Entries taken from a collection
__________________________________________________
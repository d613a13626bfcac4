"""The result folder: whole or not at all."""

import errno
import os
from pathlib import Path
from typing import Any

import av
import numpy as np
import pytest

from calibration.notice import BadInput, CannotMeasure
from tracker.report import folder as room
from tracker.report.demo import Demo, demo
from tracker.report.folder import write_folder
from tracker.report.plain import sha256_of
from tracker.report.plots import draw
from tracker.report.stored import read_result


@pytest.fixture(scope="module")
def made() -> Demo:
    return demo("payout", frames=24, size=(90, 160))


@pytest.fixture(autouse=True)
def no_plots(monkeypatch: pytest.MonkeyPatch) -> None:
    """Plots are drawn only where a test looks at them: they take most of the time."""
    monkeypatch.setattr(room, "draw", lambda result: ())


def names(folder: Path) -> set[str]:
    return {path.name for path in folder.iterdir()}


def test_a_folder_holds_what_the_contract_says(made: Demo, tmp_path: Path, monkeypatch: pytest.MonkeyPatch) -> None:
    monkeypatch.setattr(room, "draw", draw)
    told = []
    out = write_folder(
        made.result, tmp_path / "deep" / "run-07-results", frames=made.frames, progress=lambda *step: told.append(step)
    )
    assert names(out) == {"result.json", "summary.csv", "frames.csv", "overlay.mp4", "report.html", "plots"}
    assert {"arc-height.svg", "arc-height.png", "budget.svg", "still-window.png"} <= names(out / "plots")
    assert names(out.parent) == {"run-07-results"}
    assert ("overlay", 24, 24) in told and [step[0] for step in told if step[0] != "overlay"] == ["tables", "plots", "report"]
    stored = read_result(out)
    assert stored.quantities == made.result.quantities
    hashes = stored.document["files"]
    written = {path.relative_to(out).as_posix() for path in out.rglob("*") if path.is_file()}
    assert set(hashes) == written - {"result.json"}
    assert all(sha256_of(out / name) == value for name, value in hashes.items())


def test_an_existing_folder_is_kept(made: Demo, tmp_path: Path) -> None:
    out = write_folder(made.result, tmp_path / "r", overlay=False)
    before = (out / "result.json").read_bytes()
    with pytest.raises(BadInput, match="exists already and is kept"):
        write_folder(made.result, out, overlay=False)
    assert (out / "result.json").read_bytes() == before and names(tmp_path) == {"r"}


def test_replacing_swaps_the_whole_folder(made: Demo, tmp_path: Path) -> None:
    out = write_folder(made.result, tmp_path / "r", overlay=False)
    (out / "old-note.txt").write_text("of the old run", encoding="utf-8")
    write_folder(made.result, out, overlay=False, replace=True)
    assert "old-note.txt" not in names(out) and names(tmp_path) == {"r"}


def test_a_folder_that_holds_no_result_is_never_replaced(made: Demo, tmp_path: Path) -> None:
    (tmp_path / "holiday").mkdir()
    (tmp_path / "holiday" / "photo.jpg").write_bytes(b"dear")
    with pytest.raises(BadInput, match="holds no result of Linefall"):
        write_folder(made.result, tmp_path / "holiday", overlay=False, replace=True)
    assert (tmp_path / "holiday" / "photo.jpg").read_bytes() == b"dear"


def test_a_file_of_that_name_is_said(made: Demo, tmp_path: Path) -> None:
    (tmp_path / "r").write_text("a file", encoding="utf-8")
    for replace in (False, True):
        with pytest.raises(BadInput, match="is a file, not a folder"):
            write_folder(made.result, tmp_path / "r", overlay=False, replace=replace)


def full_disk(*_: Any, **__: Any) -> None:
    raise OSError(errno.ENOSPC, os.strerror(errno.ENOSPC))


@pytest.mark.parametrize("step", ["frames_csv", "summary_csv", "result_json", "_move_into_place"])
@pytest.mark.parametrize("replace", [False, True])
def test_a_full_disk_is_one_sentence_and_leaves_all_as_it_was(
    made: Demo, tmp_path: Path, monkeypatch: pytest.MonkeyPatch, step: str, replace: bool
) -> None:
    out = tmp_path / "r"
    if replace:
        write_folder(made.result, out, overlay=False)
    before = (out / "result.json").read_bytes() if replace else None
    monkeypatch.setattr(room, step, full_disk)
    with pytest.raises(BadInput, match=r"r: the disk is full .*Make room there"):
        write_folder(made.result, out, overlay=False, replace=replace)
    assert names(tmp_path) == ({"r"} if replace else set())
    if replace:
        assert (out / "result.json").read_bytes() == before


def test_the_old_result_comes_back_when_the_last_step_fails(
    made: Demo, tmp_path: Path, monkeypatch: pytest.MonkeyPatch
) -> None:
    out = write_folder(made.result, tmp_path / "r", overlay=False)
    (out / "mine.txt").write_text("old", encoding="utf-8")
    rename, calls = room._rename, []

    def held(old: Path, new: Path) -> None:
        calls.append((old.name, new.name))
        if ".part-" in old.name:
            raise PermissionError(errno.EACCES, "held by a player")
        rename(old, new)

    monkeypatch.setattr(room, "_rename", held)
    with pytest.raises(BadInput, match=r"held by a player\. Close programs"):
        write_folder(made.result, out, overlay=False, replace=True)
    assert (out / "mine.txt").read_text(encoding="utf-8") == "old"
    assert names(tmp_path) == {"r"} and len(calls) == 3


def test_a_file_held_for_a_moment_does_not_fail_the_run(tmp_path: Path, monkeypatch: pytest.MonkeyPatch) -> None:
    (tmp_path / "a").mkdir()
    rename, tries = Path.rename, []

    def held_twice(self: Path, target: Path) -> Path:
        tries.append(target)
        if len(tries) < 3:
            raise PermissionError(errno.EACCES, "held")
        return rename(self, target)

    monkeypatch.setattr(Path, "rename", held_twice)
    monkeypatch.setattr(room, "_HELD_PAUSE_S", 0.0)
    room._rename(tmp_path / "a", tmp_path / "b")
    assert len(tries) == 3 and (tmp_path / "b").is_dir()


@pytest.mark.parametrize("fault", [KeyboardInterrupt(), CannotMeasure("damaged at frame 3.", "Copy it again.")])
def test_a_stop_on_the_way_leaves_nothing(made: Demo, tmp_path: Path, monkeypatch: pytest.MonkeyPatch, fault: BaseException) -> None:
    def stop(*_: Any) -> None:
        raise fault

    monkeypatch.setattr(room, "summary_csv", stop)
    with pytest.raises(type(fault)):
        write_folder(made.result, tmp_path / "r", overlay=False)
    assert names(tmp_path) == set()


def test_a_folder_that_is_no_result_cannot_be_read(tmp_path: Path) -> None:
    with pytest.raises(BadInput, match="holds no result"):
        read_result(tmp_path)
    for text, says in [("{", "is not JSON"), ("[]", "is not a result"), ('{"format": "linefall-result", "format_version": 99}', "99")]:
        (tmp_path / "result.json").write_text(text, encoding="utf-8")
        with pytest.raises(BadInput, match=says):
            read_result(tmp_path)
    (tmp_path / "result.json").write_text('{"format": "linefall-result", "format_version": 1}', encoding="utf-8")
    with pytest.raises(BadInput, match="lacks what a result has: 'kind'"):
        read_result(tmp_path)


def test_without_overlay_stills_come_from_single_frames(made: Demo, tmp_path: Path) -> None:
    pictures, asked = dict(made.frames()), []

    def sample(numbers: list[int]) -> list[np.ndarray]:
        asked.extend(numbers)
        return [pictures[number] for number in numbers]

    out = write_folder(made.result, tmp_path / "r", frames=made.frames, sample=sample, overlay=False)
    assert "overlay.mp4" not in names(out) and "still-window.png" in names(out / "plots")
    assert asked == sorted(set(asked)) and len(asked) <= 4
    assert 'href="overlay.mp4"' not in (out / "report.html").read_text(encoding="utf-8")


def test_a_disk_that_fills_while_the_video_is_written_is_the_same_sentence(
    made: Demo, tmp_path: Path, monkeypatch: pytest.MonkeyPatch
) -> None:
    """FFmpeg's own error for a full disk is an OSError with ENOSPC too."""

    def full(*_: Any) -> None:
        raise av.error.OSError(errno.ENOSPC, "No space left on device", "overlay.mp4")

    monkeypatch.setattr(room, "write_overlay", full)
    with pytest.raises(BadInput, match="the disk is full"):
        write_folder(made.result, tmp_path / "r", frames=made.frames)
    assert names(tmp_path) == set()


def test_a_folder_above_that_cannot_be_made_is_said(made: Demo, tmp_path: Path) -> None:
    (tmp_path / "file").write_text("in the way", encoding="utf-8")
    with pytest.raises(BadInput, match="cannot be written"):
        write_folder(made.result, tmp_path / "file" / "r", overlay=False)


def test_the_same_result_is_the_same_to_the_byte(made: Demo, tmp_path: Path, monkeypatch: pytest.MonkeyPatch) -> None:
    monkeypatch.setattr(room, "draw", draw)
    monkeypatch.setenv("SOURCE_DATE_EPOCH", "1796134000")
    folders = [write_folder(made.result, tmp_path / name, frames=made.frames) for name in ("a", "b")]
    files = [{path.relative_to(out): path.read_bytes() for path in sorted(out.rglob("*")) if path.is_file()} for out in folders]
    assert files[0].keys() == files[1].keys()
    assert [name for name in files[0] if files[0][name] != files[1][name]] == []
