"""Line speed at the rim, from marks and texture that move along the line.

For a line that does not stretch, the length along it from the rim to any bit of it grows at the speed with which
line crosses the rim, whatever the arc does meanwhile: read in that coordinate, both legs give the rim's speed. So
every sight of a mark is one equation

    S(t) - M = sigma,

S(t) the length paid out at the time that very place was seen, M the mark's place on the line. S is a cubic spline
under a penalty on its third derivative whose weight the data choose by leaving out whole stretches of frames in
turn (neighbouring frames share errors, and leaving out single ones would take those for motion); marks of known
spacing tie their M together, so that nothing drifts. The texture adds displacements known modulo its pitch. They
join where the marks say beyond doubt which whole number of pitches belongs to them; without marks the speed is
unwrapped from rest if the clip shows the rest, else it is given with its other candidates and called ambiguous.
"""

import itertools
from dataclasses import dataclass, replace
from typing import Literal

import numpy as np
from numpy.typing import NDArray
from scipy.interpolate import BSpline
from scipy.linalg import cho_factor, cho_solve

from tracker.follow.marks import MarkTrack

__all__ = ["SpeedSeries", "TextureSteps", "Verdict", "alias_candidates", "speed_series"]

Floats = NDArray[np.float64]
Verdict = Literal["sure", "ambiguous", "none"]

_KNOT_FRAMES = 4.0
_MOST_KNOTS = 500
_REACH_FRAMES = 6  # a frame farther than this from any observation has no speed
_U_RATIO = 0.05  # of spacing or pitch as measured to as stated, before anything is measured
_U_PLACEMENT = 0.005  # relative, of one mark's place on the line where nothing else is said
_ODD_RATIO = 0.06
_MOST_ACCELERATION = 100.0  # m/s^2
_USUAL_BENDS, _ADAPTED_ROUNDS = 3.0, 2  # where the speed bends more often than usual, it is smoothed less
_POWERS = np.arange(-2.0, 5.01, 0.5)
_BLOCK_FRAMES, _FOLDS = (4.0, 12.0), 4  # a twentieth of the clip, but no fewer and no more
_MOST_HEAVIER = 4


@dataclass(frozen=True, slots=True, eq=False)
class TextureSteps:
    """Displacements of the texture between frames k and k + 1, modulo the pitch.

    Attributes
    ----------
    step_m : (n - 1,) array
        In (-pitch/2, pitch/2].
    u_m : (n - 1,) array
        Infinite where there is no texture.
    from_s, to_s : (n - 1,) arrays
        The mean times at which the pieces of line were seen in the two frames.
    pitch_m : float
    """

    step_m: Floats
    u_m: Floats
    from_s: Floats
    to_s: Floats
    pitch_m: float


@dataclass(frozen=True, slots=True, eq=False)
class SpeedSeries:
    """Line speed at the rim and length paid out.

    Attributes
    ----------
    t_s, v_mps, u_v_mps, paid_out_m, u_paid_out_m : (n,) arrays
        Per frame; NaN where nothing carries a speed. The uncertainties are each frame's independent part.
    verdict : (n,) array of str
        "sure", "ambiguous" or "none".
    candidates_mps : tuple of (n,) arrays
        The other speeds that fit as well where the verdict is ambiguous, the stated one apart.
    basis : str
        What it rests on, one sentence.
    mark_ratio, u_mark_ratio : float
        Marks' spacing as measured along the line over the spacing stated; NaN without two marks.
    pitch_ratio, u_pitch_ratio : float
        The same of the texture's pitch; NaN where it was not measured.
    alias_step_mps : float
        Pitch times frame rate: speeds that far apart look alike in the texture; NaN without texture.
    """

    t_s: Floats
    v_mps: Floats
    u_v_mps: Floats
    paid_out_m: Floats
    u_paid_out_m: Floats
    verdict: NDArray[np.str_]
    candidates_mps: tuple[Floats, ...]
    basis: str
    mark_ratio: float
    u_mark_ratio: float
    pitch_ratio: float
    u_pitch_ratio: float
    alias_step_mps: float


def alias_candidates(v_mps: float, pitch_m: float, fps: float, most_mps: float) -> Floats:
    """All speeds from 0 to `most_mps` that a texture of this pitch cannot tell apart at this frame rate."""
    step = pitch_m * fps
    lowest = v_mps % step
    return np.arange(lowest, most_mps + 1e-12, step)


def speed_series(
    tracks: list[MarkTrack],
    texture: TextureSteps | None,
    frame_s: Floats,
    at_s: Floats,
    *,
    spacing_m: float | None = None,
    most_mps: float = 15.0,
    at_rest_first: bool = False,
) -> SpeedSeries:
    """Speed and length paid out of a clip.

    Parameters
    ----------
    tracks : list of MarkTrack
    texture : TextureSteps or None
    frame_s : (n,) array
        True time of the frames [s].
    at_s : (n,) array
        Times at which the speed is wanted [s].
    spacing_m : float or None
        Of the marks, as stated.
    most_mps : float
        Candidates up to this speed are listed.
    at_rest_first : bool
        The picture shows that the line was at rest in the first frames.
    """
    if tracks:
        return _from_marks(tracks, texture, frame_s, at_s, spacing_m)
    if texture is not None and np.isfinite(texture.u_m).mean() > 0.3:
        return _from_texture(texture, frame_s, at_s, most_mps, at_rest_first)
    return _nothing(at_s, "No marks and no texture that could carry a speed were seen along the line.")


# marks --------------------------------------------------------------------------------------------------------------


def _from_marks(
    tracks: list[MarkTrack], texture: TextureSteps | None, frame_s: Floats, at_s: Floats, spacing_m: float | None
) -> SpeedSeries:
    tracks = _on_the_comb(tracks, spacing_m)
    rows = _mark_rows(tracks)
    fit = _Fit(frame_s, rows, spacing_m)
    fit.solve()
    pitch_ratio = u_pitch = alias = np.nan
    basis = f"{len(tracks)} marks followed along the line, {rows.t.size} sights"
    if texture is not None and np.isfinite(texture.u_m).sum() >= 5:
        alias = texture.pitch_m / float(np.median(np.diff(frame_s)))
        joined = _join(texture, fit)
        if joined is not None:
            joined = replace(joined, u=np.hypot(joined.u, fit.common_error()))
            fit = _Fit(frame_s, rows, spacing_m, joined)
            fit.solve()
            pitch_ratio, u_pitch = 1.0 / (1.0 + fit.stretch), fit.u_stretch
            basis += ", with the texture's displacement between frames"
        else:
            basis += "; the texture does not follow them and is left out"
    v, u_v, paid, u_paid = fit.at(at_s)
    near = _near(at_s, np.concatenate([rows.t, texture.from_s[np.isfinite(texture.u_m)]] if texture is not None else [rows.t]), frame_s)
    conflict = spacing_m is not None and len(tracks) > 1 and (fit.tied == 0 or abs(fit.ratio - 1.0) > _ODD_RATIO)
    if conflict:  # then they are not the marks that the sheet means, or were joined wrongly
        basis += "; they do not lie a whole number of their stated spacings apart, by more than a scale error explains"
    verdict = np.where(near, "ambiguous" if conflict else "sure", "none")
    v, u_v, paid, u_paid = (np.where(near, x, np.nan) for x in (v, u_v, paid, u_paid))
    return SpeedSeries(
        at_s, v, u_v, paid, u_paid, verdict.astype(np.str_), (), basis + ".", fit.ratio, fit.u_ratio,
        pitch_ratio, u_pitch, alias,
    )  # fmt: skip


@dataclass(frozen=True, slots=True, eq=False)
class _Rows:
    """Sights as equations: S(t) - M[track] = sigma, each with its u."""

    t: Floats
    sigma: Floats
    u: Floats
    track: NDArray[np.intp]


def _mark_rows(tracks: list[MarkTrack]) -> _Rows:
    sights = [(s.t_s, s.sigma_m, s.u_m, j) for j, track in enumerate(tracks) for s in track.sights]
    t, sigma, u, j = (np.array(x) for x in zip(*sights, strict=True))
    return _Rows(t, sigma, u, j.astype(np.intp))


def _on_the_comb(tracks: list[MarkTrack], spacing_m: float | None) -> list[MarkTrack]:
    """Tracks that overlap in time and lie whole spacings apart; what lies elsewhere on the line is no mark."""
    if spacing_m is None or len(tracks) < 3:
        return tracks
    n = len(tracks)
    apart = np.full((n, n), np.nan)
    for i in range(n):
        at_i = {s.frame: s.sigma_m for s in tracks[i].sights}
        for j in range(i + 1, n):
            both = [at_i[s.frame] - s.sigma_m for s in tracks[j].sights if s.frame in at_i]
            if len(both) >= 3:
                whole = float(np.median(both)) / spacing_m
                apart[i, j] = apart[j, i] = abs(whole - round(whole)) if round(whole) != 0 else 0.5
    fits = (apart < 0.08) * np.array([len(t.sights) for t in tracks])[None, :]
    against = (apart >= 0.08) * np.array([len(t.sights) for t in tracks])[None, :]
    keep = [t for t, yes, no in zip(tracks, fits.sum(axis=1), against.sum(axis=1), strict=True) if yes >= no]
    return keep or tracks


@dataclass(frozen=True, slots=True, eq=False)
class _Joined:
    """Texture made a length: S(t) (1 + stretch) + start = length."""

    t: Floats
    length: Floats
    u: Floats
    piece: NDArray[np.intp]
__________________________________________________
Only the lines from the one containing "n = len(tracks)" through the last line of the records are to be set down, exactly as they appear.

**SOLUTION TO THIS PROBLEM:**
    n = len(tracks)
    apart = np.full((n, n), np.nan)
    for i in range(n):
        at_i = {s.frame: s.sigma_m for s in tracks[i].sights}
        for j in range(i + 1, n):
            both = [at_i[s.frame] - s.sigma_m for s in tracks[j].sights if s.frame in at_i]
            if len(both) >= 3:
                whole = float(np.median(both)) / spacing_m
                apart[i, j] = apart[j, i] = abs(whole - round(whole)) if round(whole) != 0 else 0.5
    fits = (apart < 0.08) * np.array([len(t.sights) for t in tracks])[None, :]
    against = (apart >= 0.08) * np.array([len(t.sights) for t in tracks])[None, :]
    keep = [t for t, yes, no in zip(tracks, fits.sum(axis=1), against.sum(axis=1), strict=True) if yes >= no]
    return keep or tracks


@dataclass(frozen=True, slots=True, eq=False)
class _Joined:
    """Texture made a length: S(t) (1 + stretch) + start = length."""

    t: Floats
    length: Floats
    u: Floats
    piece: NDArray[np.intp]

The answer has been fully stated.